|
|
|
|
|
by Charlotte_Buff
1384 days ago
|
|
Reversing a string is a useless operation in the real world. Its only application is padding out interview questions. “How to reverse a string” is also an incredibly vague question. What do you actually want me to do? Reverse code points, or code units, or grapheme clusters, or make it look like it’s written backwards? It doesn’t even make sense as a concept in most of the world’s writing systems. It’s like giving me a list of numbers and asking me to “combine” them. What does that mean? Do I sum them up, or concatenate them, or something else entirely? A lot of string reversal solutions are “incorrect” because there isn’t even a correct question in the first place.

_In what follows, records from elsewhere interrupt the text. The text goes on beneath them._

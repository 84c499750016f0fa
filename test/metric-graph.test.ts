// The neighbour graph must equal brute-force all-pairs EMD exactly, ties broken by (distance, index) ascending
// (the definition of k nearest neighbours with a total order; common practice). The brute force here calls
// `emd` on every pair; the graph prunes with the AMD lower bound (MATCH Commun. Math. Comput. Chem. 2022).
import { describe, expect, it } from 'vitest';
import { emd } from '../src/metric/emd.js';
import { distanceMatrix, nearestAcross, nearestNeighbours, pairsWithin } from '../src/metric/graph.js';
import type { Pdd } from '../src/types.js';
import { amdOf, makePdd, randomPdd, rng } from './metric-random.js';

const K = 6;

/**
 * A set with the hard cases: clusters of noisy copies, exact duplicates, and two families of exactly equidistant
 * structures (one-row PDDs on an integer grid, whose EMDs are integers; two-row PDDs on a half-integer grid with
 * weights 1/2, whose EMDs are multiples of 1/4 and exact in binary).
 */
function structures(seed: number, count: number): Pdd[] {
  const rand = rng(seed);
  const centres = Array.from({ length: 40 }, () => randomPdd(rand, 1 + Math.floor(rand() * 5), K, () => 1 + 3 * rand()));
  const out: Pdd[] = [];
  while (out.length < count) {
    const r = rand();
    if (r < 0.45) {
      const c = centres[Math.floor(rand() * centres.length)];
      const noise = rand() < 0.5 ? 0.01 : 0.2;
      const n = c.weights.length;
      out.push(
        makePdd(
          Array.from({ length: n }, (_, i) => Array.from(c.rows.subarray(i * K, i * K + K), (x) => x + noise * (rand() - 0.5))),
          Array.from(c.weights),
        ),
      );
    } else if (r < 0.6 && out.length > 0) {
      const src = out[Math.floor(rand() * out.length)];
      out.push({ k: K, rows: src.rows.slice(), weights: src.weights.slice() });
    } else if (r < 0.8) {
      out.push(makePdd([Array.from({ length: K }, () => 10 + Math.floor(rand() * 3))], [1]));
    } else {
      const row = () => Array.from({ length: K }, () => 20 + 0.5 * Math.floor(rand() * 4));
      out.push(makePdd([row(), row()], [0.5, 0.5]));
    }
  }
  return out;
}

const items = (ps: Pdd[]) => ps.map((pdd) => ({ pdd, amd: amdOf(pdd) }));

/** Brute force: every pair through `emd`. */
function bruteMatrix(queries: Pdd[], targets: Pdd[]): Float64Array {
  const m = new Float64Array(queries.length * targets.length);
  for (let q = 0; q < queries.length; q++) for (let t = 0; t < targets.length; t++) m[q * targets.length + t] = emd(queries[q], targets[t]);
  return m;
}

function bruteKnn(d: Float64Array, nq: number, nt: number, k: number, same: boolean): { indices: number[]; distances: number[] } {
  const indices: number[] = [];
  const distances: number[] = [];
  for (let q = 0; q < nq; q++) {
    const all: Array<[number, number]> = [];
    for (let t = 0; t < nt; t++) if (!same || t !== q) all.push([d[q * nt + t], t]);
    all.sort((a, b) => a[0] - b[0] || a[1] - b[1]);
    for (let s = 0; s < k; s++) {
      distances.push(all[s][0]);
      indices.push(all[s][1]);
    }
  }
  return { indices, distances };
}

describe('neighbour graph under EMD', () => {
  const set = structures(2026, 600);
  const n = set.length;
  const all = bruteMatrix(set, set);
  const brute = bruteKnn(all, n, n, 10, true);

  it('has exact ties in the test set (duplicates at 0 and equidistant neighbours)', () => {
    // The brute force relies on emd being symmetric bit for bit.
    for (let i = 0; i < n; i++) for (let j = i + 1; j < n; j++) expect(all[i * n + j]).toBe(all[j * n + i]);
    let zeros = 0;
    let tiedRows = 0;
    for (let q = 0; q < n; q++) {
      const d = brute.distances.slice(q * 10, q * 10 + 10);
      zeros += d.filter((x) => x === 0).length;
      if (new Set(d).size < d.length) tiedRows++;
    }
    expect(zeros).toBeGreaterThan(50);
    expect(tiedRows).toBeGreaterThan(100);
  });

  for (const threads of [1, 2]) {
    it(`nearestNeighbours equals brute force on 600 structures, k = 10, ${threads} thread(s)`, async () => {
      const g = await nearestNeighbours(items(set), 10, { threads });
      expect(g.k).toBe(10);
      expect(Array.from(g.indices)).toEqual(brute.indices);
      expect(Array.from(g.distances)).toEqual(brute.distances);
      expect(g.pairsConsidered).toBe((600 * 599) / 2);
      expect(g.emdEvaluations).toBeLessThan(g.pairsConsidered);
    });

    it(`pairsWithin equals brute force at radii that hit exact ties, ${threads} thread(s)`, async () => {
      // Every radius on the calling thread; on two threads (each call starts its workers) the one with most ties.
      for (const radius of threads === 1 ? [0, 0.25, 1] : [1]) {
        const expected: Array<[number, number, number]> = [];
        for (let i = 0; i < n; i++) {
          for (let j = i + 1; j < n; j++) {
            const d = all[i * n + j];
            if (d <= radius) expected.push([i, j, d]);
          }
        }
        const got = await pairsWithin(items(set), radius, { threads });
        expect(Array.from(got.i)).toEqual(expected.map((e) => e[0]));
        expect(Array.from(got.j)).toEqual(expected.map((e) => e[1]));
        expect(Array.from(got.distances)).toEqual(expected.map((e) => e[2]));
        expect(got.evaluationsAvoided).toBe(got.pairsConsidered - got.emdEvaluations);
        expect(got.emdEvaluations).toBeLessThan(got.pairsConsidered);
      }
    });

    it(`nearestAcross equals brute force for 200 queries against 600 targets, ${threads} thread(s)`, async () => {
      const queries = structures(77, 200);
      // Some queries are exact copies of targets, so that distance 0 appears across the sets.
      for (let q = 0; q < 20; q++) queries[q * 10] = { ...set[q * 29] };
      const g = await nearestAcross(items(queries), items(set), 7, { threads });
      const b = bruteKnn(bruteMatrix(queries, set), queries.length, n, 7, false);
      expect(Array.from(g.indices)).toEqual(b.indices);
      expect(Array.from(g.distances)).toEqual(b.distances);
      expect(g.pairsConsidered).toBe(200 * 600);
    });

    it(`distanceMatrix equals pairwise emd, symmetric with zero diagonal, ${threads} thread(s)`, async () => {
      const sub = set.slice(0, 150);
      const m = await distanceMatrix(items(sub), { threads });
      for (let i = 0; i < sub.length; i++) {
        expect(m[i * sub.length + i]).toBe(0);
        for (let j = i + 1; j < sub.length; j++) {
          const d = all[i * n + j];
          expect(m[i * sub.length + j]).toBe(d);
          expect(m[j * sub.length + i]).toBe(d);
        }
      }
    });
  }

  it('gives the same evaluation counts with 1 and 2 threads (chunks do not depend on the thread count)', async () => {
    const a = await nearestNeighbours(items(set), 5, { threads: 1 });
    const b = await nearestNeighbours(items(set), 5, { threads: 2 });
    expect(b.emdEvaluations).toBe(a.emdEvaluations);
    expect(b.boundEvaluations).toBe(a.boundEvaluations);
    expect(Array.from(b.indices)).toEqual(Array.from(a.indices));
  });

  it('returns fewer neighbours when fewer items exist, and refuses bad input with a clear message', async () => {
    const few = set.slice(0, 4);
    const g = await nearestNeighbours(items(few), 10, { threads: 1 });
    expect(g.k).toBe(3);
    expect(Array.from(g.indices)).toEqual(bruteKnn(bruteMatrix(few, few), 4, 4, 3, true).indices);
    await expect(nearestNeighbours(items(set.slice(0, 3)), 0)).rejects.toThrow(/positive integer/);
    const mixed = [...items(set.slice(0, 2)), { pdd: makePdd([[1, 2]], [1]) }];
    await expect(nearestNeighbours(mixed, 1, { threads: 1 })).rejects.toThrow(/item 2 has PDD depth k = 2/);
    await expect(pairsWithin(items(set.slice(0, 3)), -1)).rejects.toThrow(/radius/);
  });
});
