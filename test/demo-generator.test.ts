// The labelled landscape generator, checked against an independent reference: Debian's gemmi expands each
// block's symmetry and numpy computes AMD ("Average minimum distances of periodic point sets", MATCH Commun.
// Math. Comput. Chem. 2022) and density (scripts/amd-gemmi.py). Copies of one packing must be the same crystal
// up to optimiser noise; distinct packings must differ.
import { describe, expect, it } from 'vitest';
import { spawnSync } from 'node:child_process';
import { mkdtempSync, writeFileSync } from 'node:fs';
import { tmpdir } from 'node:os';
import { join } from 'node:path';
import { generateLandscape } from '../src/demo/landscape.js';
import { makeRng } from '../src/demo/prng.js';

const options = { seed: 11, packings: 8, copiesPerPacking: 6, closePairs: 2 };

function referenceAmd(cif: string, k: number): Array<{ id: string; density: number; atoms: number; amd: number[] }> {
  const dir = mkdtempSync(join(tmpdir(), 'polysift-gen-'));
  const file = join(dir, 'landscape.cif');
  writeFileSync(file, cif);
  const run = spawnSync('python3', ['scripts/amd-gemmi.py', file, String(k)], { encoding: 'utf8' });
  if (run.status !== 0) throw new Error(`scripts/amd-gemmi.py failed (needs python3 with numpy and /usr/bin/python3 with gemmi): ${run.stderr}`);
  return run.stdout.trim().split('\n').map((l) => JSON.parse(l));
}

describe('landscape generator', () => {
  const g = generateLandscape(options);

  it('is deterministic from its seed', () => {
    const again = generateLandscape(options);
    expect(again.cif).toBe(g.cif);
    expect(again.energiesCsv).toBe(g.energiesCsv);
    expect(generateLandscape({ ...options, seed: 12 }).cif).not.toBe(g.cif);
  });

  it('writes K packings, each several times, in every way a search finds them again', () => {
    expect(g.ids.length).toBe(options.packings * options.copiesPerPacking);
    expect(new Set(g.truth).size).toBe(options.packings);
    expect(new Set(g.kinds)).toEqual(new Set(['standard', 'symbol-only', 'other-cell', 'other-setting', 'p1', 'p1-supercell']));
    expect(g.cif.match(/^data_/gm)?.length).toBe(g.ids.length);
    expect(g.cif).toContain("'P 1 21/n 1'");
    expect(g.energiesCsv.split('\n')[0]).toBe('id,energy');
  });

  it('makes close distinct pairs within 0.1 kJ/mol and 0.005 g/cm3', () => {
    expect(g.closePairs.length).toBe(options.closePairs);
    for (const [a, b] of g.closePairs) {
      expect(Math.abs(g.packings[a].energyKjPerMol - g.packings[b].energyKjPerMol)).toBeLessThan(0.1);
      expect(Math.abs(g.packings[a].densityGPerCm3 - g.packings[b].densityGPerCm3)).toBeLessThan(0.005);
    }
  });

  it('copies are the same crystal and distinct packings differ, by gemmi + numpy AMD', () => {
    const ref = referenceAmd(g.cif, 30);
    expect(ref.map((r) => r.id)).toEqual(g.ids);
    let maxWithin = 0;
    let minBetween = Infinity;
    for (let i = 0; i < ref.length; i++) {
      // Organic crystals: about 1.1–1.6 g/cm3 (common practice).
      expect(ref[i].density).toBeGreaterThan(1.1);
      expect(ref[i].density).toBeLessThan(1.6);
      for (let j = i + 1; j < ref.length; j++) {
        let d = 0;
        for (let c = 0; c < 30; c++) d = Math.max(d, Math.abs(ref[i].amd[c] - ref[j].amd[c]));
        if (g.truth[i] === g.truth[j]) maxWithin = Math.max(maxWithin, d);
        else minBetween = Math.min(minBetween, d);
      }
    }
    console.log(`generator check: AMD L-inf within copies <= ${maxWithin.toFixed(4)} Å, between packings >= ${minBetween.toFixed(4)} Å`);
    // Noise of 0.002 Å per coordinate moves each distance by well under 0.02 Å (continuity: at most 2 x the largest displacement).
    expect(maxWithin).toBeLessThan(0.02);
    expect(minBetween).toBeGreaterThan(2 * maxWithin);
  }, 30000);
});

describe('seeded generator', () => {
  it('gives uniform deviates in [0, 1) with mean near 1/2 and normal deviates with unit spread', () => {
    const rng = makeRng(5);
    let s = 0;
    let s2 = 0;
    const n = 20000;
    for (let i = 0; i < n; i++) {
      const u = rng.next();
      expect(u).toBeGreaterThanOrEqual(0);
      expect(u).toBeLessThan(1);
      s += u;
      const z = rng.normal(1);
      s2 += z * z;
    }
    // Mean of U(0,1) is 1/2 with standard error 0.29/sqrt(n) ~ 0.002; variance of N(0,1) is 1.
    expect(Math.abs(s / n - 0.5)).toBeLessThan(0.01);
    expect(Math.abs(s2 / n - 1)).toBeLessThan(0.05);
  });
});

Even with an infinitely large code space, doing away with combining marks and encoding everything as precomposed would be impossible because you cannot have a definitive list of every single combination of letters and diacritics that may mean something to someone. If Unicode had been the first digital character set ever created, it would not contain a single precomposed code point because they are utterly impractical. As such, normalisation – or at least the canonical reordering part of it – is always going to be a necessity. |
|
I'm not sure why you focused on this one example, which was just meant to indicate the nature of the issue, not cite a broad concrete problem. There are plenty of situations where you'd want to operate on graphemes, not code points, like deleting the previous grapheme in a text editor. It would certainly help programmers write correct code if the two were the same.
>doing away with combining marks and encoding everything as precomposed would be impossible because you cannot have a definitive list of every single combination of letters and diacritics that may mean something to someone
It seems to me it would be trivial to enumerate these combinations, and assign code points to them. For example, the Germanic umlaut is only used with vowels, so that's at most 5 code points.